Items from a data source
-=-=-=-=-
#include "rigs/virtual-board/arithmetic_variants.hpp"

#include <algorithm>
#include <vector>

namespace halflsb::board {

namespace {

// Five products of a q31 biquad need 65 bits; a host has them.
__extension__ typedef __int128 Wide;

Wide floor_divide(Wide value, Wide divisor) { return value / divisor - (value % divisor < 0 ? 1 : 0); }

/// value / divisor as a whole number.
Wide divide(Wide value, Wide divisor, DroppedBits rounding) {
    switch (rounding) {
        case DroppedBits::half_up:
            return floor_divide(2 * value + divisor, 2 * divisor);
        case DroppedBits::half_away:
            return (2 * value + (value < 0 ? -divisor : divisor)) / (2 * divisor);
        case DroppedBits::floor:
            return floor_divide(value, divisor);
        case DroppedBits::toward_zero:
            return value / divisor;
        case DroppedBits::constant_twice:
            return floor_divide(value + divisor, divisor);
    }
    return 0;
}

Wide wrapped(Wide value, int word_bits) {
    const Wide range = Wide(1) << word_bits;
    const Wide low = value - floor_divide(value, range) * range;
    return low >= range / 2 ? low - range : low;
}

std::int32_t into_word(Wide value, int word_bits, bool wraps) {
    if (wraps) return static_cast<std::int32_t>(wrapped(value, word_bits));
    const Wide top = (Wide(1) << (word_bits - 1)) - 1;
    return static_cast<std::int32_t>(std::clamp(value, -top - 1, top));
}

class AverageVariant : public CodeFilter {
public:
    AverageVariant(int points, int word_bits, const Deviation& deviation)
        : divisor_(Wide(points) << deviation.shift_more),
          word_bits_(word_bits),
          deviation_(deviation),
          ring_(static_cast<std::size_t>(std::max(1, points - deviation.points_less))) {}

    void reset() override {
        std::fill(ring_.begin(), ring_.end(), 0);
        position_ = 0;
        sum_ = 0;
    }
    void reset_half() override {
        std::fill(ring_.begin(), ring_.begin() + static_cast<std::ptrdiff_t>(ring_.size() / 2), 0);
        position_ = 0;
        sum_ = 0;
    }
    std::int32_t step(std::int32_t x) override {
        sum_ += x - Wide(ring_[position_]);
        if (deviation_.narrow_sum) sum_ = wrapped(sum_, word_bits_);
        ring_[position_] = x;
        position_ = position_ + 1 == ring_.size() ? 0 : position_ + 1;
        return into_word(divide(sum_, divisor_, deviation_.rounding), word_bits_, deviation_.output_wraps);
    }

private:
    Wide divisor_;
    int word_bits_;
    Deviation deviation_;
    std::vector<std::int32_t> ring_;
    std::size_t position_ = 0;
    Wide sum_ = 0;
};

class OffsetAverageVariant : public CodeFilter {
public:
    OffsetAverageVariant(int points, int word_bits, const Deviation& deviation)
        : inner_(points, word_bits, deviation), middle_(std::int32_t{1} << (word_bits - 1)), deviation_(deviation) {}

    void reset() override { inner_.reset(); }
    void reset_half() override { inner_.reset_half(); }
    std::int32_t step(std::int32_t x) override {
        const std::int32_t code = x & (2 * middle_ - 1);
        const std::int32_t y = inner_.step(deviation_.offset_kept ? code : code - middle_);
        return deviation_.offset_missing ? y : y + middle_;
    }

private:
    AverageVariant inner_;
    std::int32_t middle_;
    Deviation deviation_;
};

/// The sum of products that a FIR and a biquad share.
class ProductSum {
public:
    ProductSum(int fraction_bits, const Deviation& deviation)
        : unit_(Wide(1) << (fraction_bits + deviation.shift_more)), deviation_(deviation) {}
    void add(std::int32_t coefficient, Wide sample) {
        const Wide product = coefficient * sample;
        sum_ += deviation_.products_truncated ? floor_divide(product, unit_) : product;
    }
    Wide rounded() const { return deviation_.products_truncated ? sum_ : divide(sum_, unit_, deviation_.rounding); }

private:
    Wide unit_;
    const Deviation& deviation_;
    Wide sum_ = 0;
};

class FirVariant : public CodeFilter {
public:
    FirVariant(const std::int16_t* taps, int count, const Deviation& deviation)
        : taps_(taps), deviation_(deviation), past_(static_cast<std::size_t>(count)) {}

    void reset() override { std::fill(past_.begin(), past_.end(), std::int16_t{0}); }
    void reset_half() override {
        std::fill(past_.begin(), past_.begin() + static_cast<std::ptrdiff_t>(past_.size() / 2), std::int16_t{0});
    }
    std::int32_t step(std::int32_t x) override {
        std::rotate(past_.begin(), past_.end() - 1, past_.end());
        past_[0] = static_cast<std::int16_t>(x);
        ProductSum sum(15, deviation_);
        for (std::size_t k = 0; k < past_.size(); ++k) sum.add(taps_[k], past_[k]);
        return into_word(sum.rounded(), 16, deviation_.output_wraps);
    }

private:
    const std::int16_t* taps_;
    Deviation deviation_;
    std::vector<std::int16_t> past_;  // newest first
};

template <typename Coefficients>
class BiquadVariant : public CodeFilter {
public:
    BiquadVariant(const Coefficients* sections, int count, int word_bits, const Deviation& deviation)
        : sections_(sections), word_bits_(word_bits), deviation_(deviation), states_(static_cast<std::size_t>(count)) {}

    void reset() override { std::fill(states_.begin(), states_.end(), State{}); }
    void reset_half() override {
        for (State& s : states_) s.x1 = s.x2 = 0;  // the inputs stand first
    }
    std::int32_t step(std::int32_t x) override {
        for (std::size_t i = 0; i < states_.size(); ++i) x = section(sections_[i], states_[i], x);
        return x;
    }

private:
    struct State {
        Wide x1 = 0, x2 = 0, y1 = 0, y2 = 0;
    };

    std::int32_t section(const Coefficients& c, State& s, std::int32_t x) const {
        ProductSum sum(word_bits_ - 2, deviation_);
        sum.add(c.b0, x);
        sum.add(c.b1, s.x1);
        sum.add(c.b2, s.x2);
        sum.add(c.a1, s.y1);
        sum.add(c.a2, s.y2);
        const Wide rounded = sum.rounded();
        const std::int32_t y = into_word(rounded, word_bits_, deviation_.output_wraps);
        s.x2 = s.x1;
        s.x1 = x;
        s.y2 = s.y1;
        s.y1 = deviation_.feedback_unsaturated ? wrapped(rounded, 64) : y;
        return y;
    }

    const Coefficients* sections_;
    int word_bits_;
    Deviation deviation_;
    std::vector<State> states_;
};

}  // namespace

bool Deviation::any() const {
    return rounding != DroppedBits::half_up || output_wraps || feedback_unsaturated || products_truncated ||
           narrow_sum || shift_more != 0 || points_less != 0 || offset_kept || offset_missing;
}

std::unique_ptr<CodeFilter> average_variant(int points, int word_bits, const Deviation& deviation) {
    return std::make_unique<AverageVariant>(points, word_bits, deviation);
}

std::unique_ptr<CodeFilter> offset_average_variant(int points, int word_bits, const Deviation& deviation) {
    return std::make_unique<OffsetAverageVariant>(points, word_bits, deviation);
}

std::unique_ptr<CodeFilter> fir_variant(const std::int16_t* taps, int count, const Deviation& deviation) {
    return std::make_unique<FirVariant>(taps, count, deviation);
}

std::unique_ptr<CodeFilter> biquad_variant(const biquad_q15_coefficients* sections, int count,
                                           const Deviation& deviation) {
    return std::make_unique<BiquadVariant<biquad_q15_coefficients>>(sections, count, 16, deviation);
}

std::unique_ptr<CodeFilter> biquad_variant(const biquad_q31_coefficients* sections, int count,
                                           const Deviation& deviation) {
    return std::make_unique<BiquadVariant<biquad_q31_coefficients>>(sections, count, 32, deviation);
}

}  // namespace halflsb::board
-=-=-=-=-
PROBLEM TO SOLVE:
All of the entries should be repeated word for word.

TASK RESULT:
#include "rigs/virtual-board/arithmetic_variants.hpp"

#include <algorithm>
#include <vector>

namespace halflsb::board {

namespace {

// Five products of a q31 biquad need 65 bits; a host has them.
__extension__ typedef __int128 Wide;

Wide floor_divide(Wide value, Wide divisor) { return value / divisor - (value % divisor < 0 ? 1 : 0); }

/// value / divisor as a whole number.
Wide divide(Wide value, Wide divisor, DroppedBits rounding) {
    switch (rounding) {
        case DroppedBits::half_up:
            return floor_divide(2 * value + divisor, 2 * divisor);
        case DroppedBits::half_away:
            return (2 * value + (value < 0 ? -divisor : divisor)) / (2 * divisor);
        case DroppedBits::floor:
            return floor_divide(value, divisor);
        case DroppedBits::toward_zero:
            return value / divisor;
        case DroppedBits::constant_twice:
            return floor_divide(value + divisor, divisor);
    }
    return 0;
}

Wide wrapped(Wide value, int word_bits) {
    const Wide range = Wide(1) << word_bits;
    const Wide low = value - floor_divide(value, range) * range;
    return low >= range / 2 ? low - range : low;
}

std::int32_t into_word(Wide value, int word_bits, bool wraps) {
    if (wraps) return static_cast<std::int32_t>(wrapped(value, word_bits));
    const Wide top = (Wide(1) << (word_bits - 1)) - 1;
    return static_cast<std::int32_t>(std::clamp(value, -top - 1, top));
}

class AverageVariant : public CodeFilter {
public:
    AverageVariant(int points, int word_bits, const Deviation& deviation)
        : divisor_(Wide(points) << deviation.shift_more),
          word_bits_(word_bits),
          deviation_(deviation),
          ring_(static_cast<std::size_t>(std::max(1, points - deviation.points_less))) {}

    void reset() override {
        std::fill(ring_.begin(), ring_.end(), 0);
        position_ = 0;
        sum_ = 0;
    }
    void reset_half() override {
        std::fill(ring_.begin(), ring_.begin() + static_cast<std::ptrdiff_t>(ring_.size() / 2), 0);
        position_ = 0;
        sum_ = 0;
    }
    std::int32_t step(std::int32_t x) override {
        sum_ += x - Wide(ring_[position_]);
        if (deviation_.narrow_sum) sum_ = wrapped(sum_, word_bits_);
        ring_[position_] = x;
        position_ = position_ + 1 == ring_.size() ? 0 : position_ + 1;
        return into_word(divide(sum_, divisor_, deviation_.rounding), word_bits_, deviation_.output_wraps);
    }

private:
    Wide divisor_;
    int word_bits_;
    Deviation deviation_;
    std::vector<std::int32_t> ring_;
    std::size_t position_ = 0;
    Wide sum_ = 0;
};

class OffsetAverageVariant : public CodeFilter {
public:
    OffsetAverageVariant(int points, int word_bits, const Deviation& deviation)
        : inner_(points, word_bits, deviation), middle_(std::int32_t{1} << (word_bits - 1)), deviation_(deviation) {}

    void reset() override { inner_.reset(); }
    void reset_half() override { inner_.reset_half(); }
    std::int32_t step(std::int32_t x) override {
        const std::int32_t code = x & (2 * middle_ - 1);
        const std::int32_t y = inner_.step(deviation_.offset_kept ? code : code - middle_);
        return deviation_.offset_missing ? y : y + middle_;
    }

private:
    AverageVariant inner_;
    std::int32_t middle_;
    Deviation deviation_;
};

/// The sum of products that a FIR and a biquad share.
class ProductSum {
public:
    ProductSum(int fraction_bits, const Deviation& deviation)
        : unit_(Wide(1) << (fraction_bits + deviation.shift_more)), deviation_(deviation) {}
    void add(std::int32_t coefficient, Wide sample) {
        const Wide product = coefficient * sample;
        sum_ += deviation_.products_truncated ? floor_divide(product, unit_) : product;
    }
    Wide rounded() const { return deviation_.products_truncated ? sum_ : divide(sum_, unit_, deviation_.rounding); }

private:
    Wide unit_;
    const Deviation& deviation_;
    Wide sum_ = 0;
};

class FirVariant : public CodeFilter {
public:
    FirVariant(const std::int16_t* taps, int count, const Deviation& deviation)
        : taps_(taps), deviation_(deviation), past_(static_cast<std::size_t>(count)) {}

    void reset() override { std::fill(past_.begin(), past_.end(), std::int16_t{0}); }
    void reset_half() override {
        std::fill(past_.begin(), past_.begin() + static_cast<std::ptrdiff_t>(past_.size() / 2), std::int16_t{0});
    }
    std::int32_t step(std::int32_t x) override {
        std::rotate(past_.begin(), past_.end() - 1, past_.end());
        past_[0] = static_cast<std::int16_t>(x);
        ProductSum sum(15, deviation_);
        for (std::size_t k = 0; k < past_.size(); ++k) sum.add(taps_[k], past_[k]);
        return into_word(sum.rounded(), 16, deviation_.output_wraps);
    }

private:
    const std::int16_t* taps_;
    Deviation deviation_;
    std::vector<std::int16_t> past_;  // newest first
};

template <typename Coefficients>
class BiquadVariant : public CodeFilter {
public:
    BiquadVariant(const Coefficients* sections, int count, int word_bits, const Deviation& deviation)
        : sections_(sections), word_bits_(word_bits), deviation_(deviation), states_(static_cast<std::size_t>(count)) {}

    void reset() override { std::fill(states_.begin(), states_.end(), State{}); }
    void reset_half() override {
        for (State& s : states_) s.x1 = s.x2 = 0;  // the inputs stand first
    }
    std::int32_t step(std::int32_t x) override {
        for (std::size_t i = 0; i < states_.size(); ++i) x = section(sections_[i], states_[i], x);
        return x;
    }

private:
    struct State {
        Wide x1 = 0, x2 = 0, y1 = 0, y2 = 0;
    };

    std::int32_t section(const Coefficients& c, State& s, std::int32_t x) const {
        ProductSum sum(word_bits_ - 2, deviation_);
        sum.add(c.b0, x);
        sum.add(c.b1, s.x1);
        sum.add(c.b2, s.x2);
        sum.add(c.a1, s.y1);
        sum.add(c.a2, s.y2);
        const Wide rounded = sum.rounded();
        const std::int32_t y = into_word(rounded, word_bits_, deviation_.output_wraps);
        s.x2 = s.x1;
        s.x1 = x;
        s.y2 = s.y1;
        s.y1 = deviation_.feedback_unsaturated ? wrapped(rounded, 64) : y;
        return y;
    }

    const Coefficients* sections_;
    int word_bits_;
    Deviation deviation_;
    std::vector<State> states_;
};

}  // namespace

bool Deviation::any() const {
    return rounding != DroppedBits::half_up || output_wraps || feedback_unsaturated || products_truncated ||
           narrow_sum || shift_more != 0 || points_less != 0 || offset_kept || offset_missing;
}

std::unique_ptr<CodeFilter> average_variant(int points, int word_bits, const Deviation& deviation) {
    return std::make_unique<AverageVariant>(points, word_bits, deviation);
}

std::unique_ptr<CodeFilter> offset_average_variant(int points, int word_bits, const Deviation& deviation) {
    return std::make_unique<OffsetAverageVariant>(points, word_bits, deviation);
}

std::unique_ptr<CodeFilter> fir_variant(const std::int16_t* taps, int count, const Deviation& deviation) {
    return std::make_unique<FirVariant>(taps, count, deviation);
}

std::unique_ptr<CodeFilter> biquad_variant(const biquad_q15_coefficients* sections, int count,
                                           const Deviation& deviation) {
    return std::make_unique<BiquadVariant<biquad_q15_coefficients>>(sections, count, 16, deviation);
}

std::unique_ptr<CodeFilter> biquad_variant(const biquad_q31_coefficients* sections, int count,
                                           const Deviation& deviation) {
    return std::make_unique<BiquadVariant<biquad_q31_coefficients>>(sections, count, 32, deviation);
}

}  // namespace halflsb::board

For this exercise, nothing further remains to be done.